By Priyal Chhatrapati

For a detailed explation, read my blogpost

There are multiple factors affecting the sound produced by an instrument, some of them being the pitch or timbre, frequency, the make of the instrument and so on. We have restricted our scope to frequency band distinction for recognition. Our project differentiates between 2 octaves of the D note of a piano.

The system has been designed TMS320C6713 DSP based DSK6713 kit (hardware implementation).

System Description

The system consists of:

• DIP switches

• LEDs

• High pass Filter

• Low Pass Filter

The project is implemented on a TMS320C6455 DSP based DSK6455 kit.

Specifications:

  1. The final output is notified using the LEDs available on the DSK6713 board. Of thefour LEDs in total, glowing of the left two LEDs implies that the ocatave identified is of the lower frequency and the right two LEDs imply that the octave is of the higher frequency.

  2. The DIP switches are used to assign a null value to the essential variable in the code On account of this, we can switch input signals without having to terminate the program and rerun it.

  3. The filters used are FIR filters of order 50 and with a sampling rate of 16kHz.

FIR Filters

Finite impulse response (FIR) filter is a filter whose impulse response (or response to any finite length input) is of finite duration, because it settles to zero in finite time. The impulse response of an Nth-order discrete-time FIR filter lasts for N + 1 samples, and then settles to zero. The output y of a linear time invariant system is determined by convolving its input signal x with its impulse response b.

For a discrete-time FIR filter, the output is a weighted sum of the current and a finite number of previous values of the input. The operation is described by the following equation, which defines the output sequence y[n] in terms of its input sequence x[n]:

y[n] = b0x[n] + b1x[n-1] + --------- + bNx[n-N] where:

• x[n]is the input signal,

• y[n] is the output signal,

• bi are the filter coefficients, also known as tap weights, that make up the impulse response,

• N is the filter order; an Nth-order filter has (N+1) terms on the right-hand side.

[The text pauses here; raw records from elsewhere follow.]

// Time between instants in years.
#pragma once

#include "quotes/quote.h"

namespace duskgrid::market {

// ACT/365F to the second: elapsed seconds over 365 days of 86,400. Negative when `to` is
// before `from`.
double year_fraction(quotes::Instant from, quotes::Instant to);

}  // namespace duskgrid::market
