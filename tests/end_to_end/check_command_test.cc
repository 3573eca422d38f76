// Stored surfaces and grids checked from the command line: what is said of a break, in whose terms,
// and what several files give.
#include <gtest/gtest.h>

#include "end_to_end/program.h"
#include "market/day_count.h"
#include "publish/surface_json.h"

namespace duskgrid::end_to_end {
namespace {

using namespace std::chrono_literals;

class CheckCommand : public testing::Test {
 protected:
  CheckCommand() {
    const quotes::Instant as_of = std::chrono::sys_days{std::chrono::year{2031} / 3 / 14} + 21h;
    const auto slice = [&](int days, surface::SliceParameters backbone) {
      const auto expiry = as_of + 24h * days;
      return surface::Slice{expiry, market::year_fraction(as_of, expiry), 101, 0.99, backbone, -0.4,
                            0.3};
    };
    as_of_ = {as_of, {"", -300min}};
    surface_ = {"HALYRD", 100, {slice(98, {0.01, -0.5, 0.15}), slice(189, {0.03, -0.4, 0.25})}};
  }

  std::string path(const std::string& name) const { return (scratch_ / name).string(); }
  std::string stored(const surface::Surface& surface, const std::string& name = "HALYRD.json") {
    const publish::StoredSurface s{as_of_, surface};
    spill(path(name), publish::surface_to_json(s));
    return path(name);
  }
  std::string grid(const std::string& text) {
    spill(path("grid.csv"), text);
    return path("grid.csv");
  }
  surface::Surface swapped() const {
    auto swapped = surface_;
    std::swap(swapped.slices[0].backbone, swapped.slices[1].backbone);
    return swapped;
  }
  // The violations printed, in which no word stands for a number.
  std::vector<Row> lines(const Ran& ran) {
    for (const char* word : {"nan", "inf", "  "})
      EXPECT_EQ(ran.out.find(word), std::string::npos) << ran.out;
    EXPECT_EQ(ran.err.find("nan"), std::string::npos) << ran.err;
    EXPECT_EQ(ran.err.find("  "), std::string::npos) << ran.err;
    spill(path("out.csv"), ran.out);
    return read_table(path("out.csv"));
  }

  Scratch scratch_;
  quotes::AsOf as_of_;
  surface::Surface surface_;
};

void expect_holds(const std::string& text, const std::string& piece) {
  EXPECT_NE(text.find(piece), std::string::npos) << text;
}

TEST_F(CheckCommand, SoundSurfaceIsCertified) {
  const auto file = stored(surface_);
  const auto ran = duskgrid({"check", file});
  EXPECT_EQ(ran.status, 0) << ran.err;
  EXPECT_EQ(ran.out, "");
  EXPECT_EQ(ran.err, file + ": HALYRD: 2 expiries, certified: proved free of arbitrage\n");
  surface_.slices.pop_back();
  expect_holds(duskgrid({"check", stored(surface_)}).err, "HALYRD: 1 expiry, certified");
}

TEST_F(CheckCommand, CrossingIsSaidByExpiriesAndTradedAtTheMoney) {
  const auto file = stored(swapped());
  const auto ran = duskgrid({"check", file});
  EXPECT_EQ(ran.status, 3);
  EXPECT_EQ(ran.err.rfind(file + ": HALYRD: 2 expiries, not certified", 0), 0u) << ran.err;
  expect_holds(ran.err,
               "calendar broken from 2031-06-20T16:00:00-05:00 to 2031-09-19T16:00:00-05:00");
  expect_holds(ran.err, "strike ");
  expect_holds(ran.err, " (k ");
  const auto rows = lines(ran);
  ASSERT_FALSE(rows.empty());
  EXPECT_EQ(rows[0].at("kind"), "calendar");
  // At the money D F (2 N(s / 2) - 1) for s^2 = 0.03 less that for 0.01, by tables of N.
  EXPECT_GT(std::stod(rows[0].at("amount")), 0.99 * 101 * (0.0690 - 0.0399));
}

TEST_F(CheckCommand, ButterflyIsSaidByExpiryAndStrike) {
  surface_.slices[0].backbone = {0.01, -0.2, 0.5};
  const auto ran = duskgrid({"check", stored(surface_)});
  EXPECT_EQ(ran.status, 3);
  expect_holds(ran.err, "butterfly broken at 2031-06-20T16:00:00-05:00, strike ");
  bool found = false;
  for (const auto& row : lines(ran)) {
    EXPECT_GT(std::stod(row.at("amount")), 0);
    found = found || row.at("kind") == "butterfly";
  }
  EXPECT_TRUE(found);
}

TEST_F(CheckCommand, BrokenWingIsNamedWithItsSide) {
  surface_.slices[1].backbone = {0.8, 0.5, 3.0};
  const auto ran = duskgrid({"check", stored(surface_)});
  EXPECT_EQ(ran.status, 3);
  expect_holds(
      ran.err,
      "butterfly broken at 2031-09-19T16:00:00-05:00 in the right wing, the most at strike");
  EXPECT_EQ(ran.err.find("inf"), std::string::npos) << ran.err;
  lines(ran);
}

// An overlay that no fit gives takes the variance below zero at the money.
TEST_F(CheckCommand, VarianceBelowZeroHasNoTrade) {
  surface_.slices[0].overlay = {{-0.3, -0.2, -0.1, 0, 0.1, 0.2}, {0, 0, -0.2, 0}};
  surface_.slices.pop_back();
  const auto ran = duskgrid({"check", stored(surface_)});
  EXPECT_EQ(ran.status, 3);
  expect_holds(ran.err, "positive broken at 2031-06-20T16:00:00-05:00, strike ");
  lines(ran);
}

TEST_F(CheckCommand, BadFileIsSaidAndTheOthersAreChecked) {
  spill(path("bad.json"), "{\"form\": ");
  const auto good = stored(surface_), broken = stored(swapped(), "BROKEN.json");
  const auto ran = duskgrid({"check", path("bad.json"), broken, path("none.csv"), good});
  EXPECT_EQ(ran.status, 66);
  expect_holds(ran.err, "duskgrid: " + path("bad.json"));
  expect_holds(ran.err, broken + ": HALYRD: 2 expiries, not certified");
  expect_holds(ran.err, "none.csv");
  expect_holds(ran.err, good + ": HALYRD: 2 expiries, certified");
  EXPECT_EQ(duskgrid({"check", path("bad.json"), broken}).status, 65);
  EXPECT_EQ(duskgrid({"check", good, broken}).status, 3);
}

TEST_F(CheckCommand, GridWithoutDatesIsSaidByYearFraction) {
  const auto file = grid(
      "strike,vol,forward,year_fraction\n90,0.20,100,0.25\n100,0.35,100,0.25\n"
      "110,0.20,100,0.25\n");
  const auto ran = duskgrid({"check", file});
  EXPECT_EQ(ran.status, 3);
  EXPECT_EQ(ran.err.rfind(file + ": 1 expiry or tenor, arbitrages found: ", 0), 0u) << ran.err;
  expect_holds(ran.err, "; the most at t=0.25, strike ");
  const auto rows = lines(ran);
  ASSERT_FALSE(rows.empty());
  for (const auto& row : rows) {
    EXPECT_EQ(row.at("expiry"), "");
    expect_holds(row.at("legs"), " t=0.25 @");
  }
}

}  // namespace
}  // namespace duskgrid::end_to_end
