// All systems of as many lanes as a vector has.
class GridBlock {
 public:
  GridBlock(const GridPlan& plan, V total_vol, V per_strike)
      : plan_(plan), s_(total_vol), per_strike_(per_strike) {
    const std::size_t size = plan.points * width();
    for (auto* values :
         {&american_, &european_, &correction_, &exercise_, &weight_, &next_a_, &next_e_, &next_c_})
      values->assign(size, 0.0);
    const auto variance = s_ * s_;
    alpha_ = number(0.5) - number(plan.rate - plan.yield) / variance;
    beta_ = hn::Neg(number(plan.rate) + number(0.5) * variance * alpha_ * alpha_);
    begin();
  }

  void run() {
    for (std::size_t k = 0; k < plan_.intervals.size(); ++k) {
      for (const Step& step : plan_.intervals[k]) go_back(step);
      if (k < plan_.dividends.size()) go_ex(plan_.dividends[k]);
    }
  }

  void store(GridLanes& lanes, std::size_t at) const {
    const PanelTag d;
    const auto now = exponential(hn::Neg(beta_ * number(age_)));
    for (std::size_t i = 0; i < plan_.points; ++i) {
      const auto per = number(1.0) / (load(weight_, i) * now);
      const std::size_t to = i * lanes.lanes + at;
      const auto a = load(american_, i);
      hn::StoreU((a - load(european_, i)) * per, d, lanes.premiums.data() + to);
      hn::StoreU(load(correction_, i) * per, d, lanes.corrections.data() + to);
      hn::StoreU((a - load(exercise_, i) * now) * per, d, lanes.gaps.data() + to);
    }
  }

 private:
  using Values = std::vector<double>;
  static std::size_t width() { return hn::Lanes(PanelTag()); }
  HWY_INLINE V load(const Values& values, std::size_t i) const {
    return hn::LoadU(PanelTag(), values.data() + i * width());
  }
  HWY_INLINE void keep(V v, Values& values, std::size_t i) const {
    hn::StoreU(v, PanelTag(), values.data() + i * width());
  }
  HWY_INLINE V log_spot(std::size_t i) const {
    return number(plan_.sign * plan_.spacing * (double(i) - double(plan_.at_strike))) * s_;
  }
  HWY_INLINE V signed_by_side(V v) const { return number(plan_.sign) * v; }

  void begin() {
    for (std::size_t i = 0; i < plan_.points; ++i) {
      const auto x = log_spot(i);
      const auto weight = exponential(hn::Neg(alpha_ * x));
      keep(weight, weight_, i);
      if (i < plan_.at_strike) continue;
      auto payoff = signed_by_side(exponential(x) - number(1.0)) * weight;
      if (i == plan_.at_strike) payoff = number(0.0);
      keep(payoff, exercise_, i);
      // What sampling takes off the kink at the strike, to fourth order.
      if (i == plan_.at_strike) payoff = number(plan_.spacing / 12) * s_;
      keep(payoff, american_, i);
      keep(payoff, european_, i);
    }
    claims_.push_back({1, 0, 1});
  }

  // Of the claim at a spot, at its least 0 where nothing is left of the spot.
  HWY_INLINE V worth(const Claim& claim, V spot) const {
    auto held = number(claim.spot) * spot - number(claim.paid) * per_strike_;
    if (plan_.sign < 0) held = hn::Max(held, number(0.0));
    return hn::Max(signed_by_side(held - number(claim.strike)), number(0.0));
  }
  HWY_INLINE V best(V spot) const {
    auto most = signed_by_side(spot - number(1.0));
    for (const Claim& claim : claims_) most = hn::Max(most, worth(claim, spot));
    return most;
  }
  HWY_INLINE V black_far(V spot) const {
    return signed_by_side(number(forward_) * spot - number(claims_[0].strike));
  }

  void age(double length) {
    age_ += length;
    const double by_rate = std::exp(-plan_.rate * length),
                 by_yield = std::exp(-plan_.yield * length);
    for (Claim& claim : claims_) {
      claim.spot *= by_yield;
      claim.paid *= by_rate;
      claim.strike *= by_rate;
    }
    forward_ *= by_yield;
  }

  void go_back(const Step& step) {
    const std::size_t last = plan_.points - 1;
    const auto p = number(step.p), q = number(step.q), rho = number(step.rho);
    auto ya = number(0.0), ye = ya, yc = ya;
    auto a0 = load(american_, 0), a1 = load(american_, 1);
    auto e0 = load(european_, 0), e1 = load(european_, 1);
    auto c0 = load(correction_, 0), c1 = load(correction_, 1);
    for (std::size_t i = 1; i < last; ++i) {
      const auto a2 = load(american_, i + 1), e2 = load(european_, i + 1),
                 c2 = load(correction_, i + 1);
      ya = (p * a1 + q * (a0 + a2)) + rho * ya;
      ye = (p * e1 + q * (e0 + e2)) + rho * ye;
      yc = (p * c1 + q * (c0 + c2)) + rho * yc;
      keep(ya, american_, i);
      keep(ye, european_, i);
      keep(yc, correction_, i);
      a0 = a1, a1 = a2, e0 = e1, e1 = e2, c0 = c1, c1 = c2;
    }
    age(step.length);
    const auto now = exponential(hn::Neg(beta_ * number(age_)));
    const auto spot = exponential(log_spot(last)), scale = load(weight_, last) * now;
    const auto held = worth(claims_[0], spot);
    auto a = best(spot) * scale, e = held * scale, c = (held - black_far(spot)) * scale;
    keep(a, american_, last);
    keep(e, european_, last);
    keep(c, correction_, last);
    for (std::size_t i = last; i-- > 1;) {
      a = load(american_, i) + rho * a;
      e = load(european_, i) + rho * e;
      c = load(correction_, i) + rho * c;
      if (plan_.any_time) a = hn::Max(a, load(exercise_, i) * now);
      keep(a, american_, i);
      keep(e, european_, i);
      keep(c, correction_, i);
    }
  }

  // Black's price with the dividends gone by as shares.
  HWY_INLINE V black(V x) const {
    const double root = std::sqrt(age_);
    const auto deviation = s_ * number(root);
    const double carry = std::log(forward_) + plan_.rate * age_;
    const auto d1 = (x + number(carry)) / deviation + number(0.5) * deviation;
    const auto d2 = d1 - deviation;
    const auto z1 = signed_by_side(d1), z2 = signed_by_side(d2);
    return signed_by_side(number(forward_) * exponential(x) * cumulative(z1, density(z1)) -
                          number(claims_[0].strike) * cumulative(z2, density(z2)));
  }

  // Black's price at `to` less that at `from`: the integral of its slope, by Gauss's two points
  // where they are near each other on its scale (the next term is below 1e-7 of the change).
  HWY_INLINE V black_change(V from, V to) const {
    const PanelTag d;
    const double root = std::sqrt(age_), carry = std::log(forward_) + plan_.rate * age_;
    const auto deviation = s_ * number(root);
    const auto half = number(0.5) * (to - from);
    if (!hn::AllTrue(d, hn::Abs(half) <= number(0.15) * deviation)) return black(to) - black(from);
    const auto middle = from + half, apart = half * number(0.57735026918962576);
    const auto slope = [&](V x) HWY_ATTR {
      const auto z = signed_by_side((x + number(carry)) / deviation + number(0.5) * deviation);
      return exponential(x) * cumulative(z, density(z));
    };
    return number(plan_.sign * forward_) * half * (slope(middle - apart) + slope(middle + apart));
  }

  void go_ex(const PanelDividend& dividend) {
    const PanelTag d;
    const hn::RebindToSigned<PanelTag> di;
    const std::size_t last = plan_.points - 1;
    const bool is_cash = dividend.kind == DividendKind::cash;
    const auto now = exponential(hn::Neg(beta_ * number(age_)));
    const auto per_step = number(plan_.sign / plan_.spacing) / s_;
    const auto amount = number(dividend.amount) * (is_cash ? per_strike_ : number(1.0));
    const double log_kept = std::log1p(-dividend.share);
    if (plan_.sign < 0) claims_.push_back({1, 0, 1});
    for (std::size_t i = 0; i <= last; ++i) {
      const auto x = log_spot(i);
      const auto weight = load(weight_, i) * now;
      auto ratio = number(1.0) - (is_cash ? amount * exponential(hn::Neg(x)) : amount);
      if (plan_.survivor) ratio = hn::IfThenElse(ratio < number(0.0), number(1.0), ratio);
      ratio = hn::Max(ratio, number(1e-30));
      const auto fall = log(d, ratio);
      const auto after = x + fall;
      const auto raw = number(double(plan_.at_strike)) + after * per_step;
      const auto at = hn::Min(hn::Max(raw, number(0.0)), number(double(last)));
      const auto floor = hn::Min(hn::Max(hn::Floor(at), number(1.0)), number(double(last) - 2));
      const auto index =
          hn::ConvertTo(di, (floor - number(1.0)) * number(double(width()))) + hn::Iota(di, 0);
      const auto t = at - floor;
      const auto tm = t - number(1.0), t2 = t - number(2.0), tp = t + number(1.0);
      const auto grown = exponential(alpha_ * fall);
      const auto w0 = hn::Neg(t * tm * t2) * number(1.0 / 6) * grown,
                 w1 = tp * tm * t2 * number(0.5) * grown,
                 w2 = hn::Neg(tp * t * t2) * number(0.5) * grown,
                 w3 = tp * t * tm * number(1.0 / 6) * grown;
      const auto interpolated = [&](const Values& values) HWY_ATTR {
        const double* base = values.data();
        return (w0 * hn::GatherIndex(d, base, index) +
                w1 * hn::GatherIndex(d, base + width(), index)) +
               (w2 * hn::GatherIndex(d, base + 2 * width(), index) +
                w3 * hn::GatherIndex(d, base + 3 * width(), index));
      };
      auto a = interpolated(american_), e = interpolated(european_), c = interpolated(correction_);
      const auto out = raw<number(0.0), in = raw> number(double(last));
      a = hn::IfThenZeroElse(out, a);
      e = hn::IfThenZeroElse(out, e);
      c = hn::IfThenZeroElse(out, c);
      if (!hn::AllFalse(d, in)) {
        const auto spot = exponential(after);
        const auto held = worth(claims_[0], spot);
        a = hn::IfThenElse(in, best(spot) * weight, a);
        e = hn::IfThenElse(in, held * weight, e);
        c = hn::IfThenElse(in, (held - black_far(spot)) * weight, c);
      }
      if (is_cash && plan_.with_correction)
        c = c + black_change(x + number(log_kept), after) * weight;
      keep(a, next_a_, i);
      keep(e, next_e_, i);
      keep(c, next_c_, i);
    }
    american_.swap(next_a_);
    european_.swap(next_e_);
    correction_.swap(next_c_);
    for (Claim& claim : claims_) {
      if (is_cash)
        claim.paid += claim.spot * dividend.amount;
      else
        claim.spot *= 1 - dividend.amount;
    }
    forward_ *= 1 - dividend.share;
    if (plan_.sign > 0) claims_.push_back({1, 0, 1});
    exercise_before(now);
  }

  // Exercise just before a dividend, and what sampling takes off the kink.
  void exercise_before(V now) {
    auto gain = hn::Neg(load(american_, 0)), spill = number(0.0);
    for (std::size_t i = 0; i < plan_.points; ++i) {
      const auto held = load(american_, i);
      auto next = number(-1.0);
      if (i + 1 < plan_.points) next = load(exercise_, i + 1) * now - load(american_, i + 1);
      const auto crossed = hn::And(gain <= number(0.0), next > number(0.0));
      const auto jump = next - gain;
      const auto t = hn::Neg(gain) / jump;
      const auto mass = hn::IfThenElseZero(
          crossed, jump * (number(1.0 / 12) - number(0.5) * t * (number(1.0) - t)));
      auto value = (held + hn::Max(gain, number(0.0))) + spill;
      if (plan_.sign > 0) value = value + mass * (number(1.0) - t_or_zero(crossed, t));
      spill = plan_.sign > 0 ? mass * t_or_zero(crossed, t) : number(0.0);
      keep(value, american_, i);
      gain = next;
    }
  }
  HWY_INLINE V t_or_zero(hn::Mask<PanelTag> mask, V t) const { return hn::IfThenElseZero(mask, t); }

  const GridPlan& plan_;
  V s_, per_strike_, alpha_, beta_;
  Values american_, european_, correction_, exercise_, weight_, next_a_, next_e_, next_c_;
  std::vector<Claim> claims_;  // the European first
  double forward_ = 1, age_ = 0;
};
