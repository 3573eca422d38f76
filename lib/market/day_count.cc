#include "market/day_count.h"

namespace duskgrid::market {

double year_fraction(quotes::Instant from, quotes::Instant to) {
  constexpr double kSecondsAYear = 365.0 * 86400.0;
  return static_cast<double>((to - from).count()) / kSecondsAYear;
}

}  // namespace duskgrid::market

An FIR filter has a number of useful properties:

• Require no feedback. This means that any rounding errors are not compounded by summed iterations. The same relative error occurs in each calculation. This also makes implementation simpler.

• Are inherently stable. This is due to the fact that, because there is no required feedback, all the poles are located at the origin and thus are located within the unit circle (the required condition for stability in a Z transformed system).

• They can easily be designed to be linear phase by making the coefficient sequence symmetric; linear phase, or phase change proportional to frequency, corresponds to equal delay at all frequencies.

Implementation

The implementation was done by first observing the two octaves in Time and Frequency domain. Both the D1 and D6 octave samples are passed through the High-pass and Low- pass filters; the FFT plots indicate that the D1 octave frequencies get attenuated in the desired manner when passed through the correctly tuned High-pass filter and the D6 and Low pass filter have a synonymous relationship.

LPF and HPF of required specifications are generated using the filterDesigner tool on Matlab. The cut-off frequencies for the filters are obtained on the basis of the harmonics present in the respective D1 and D7 Octave samples.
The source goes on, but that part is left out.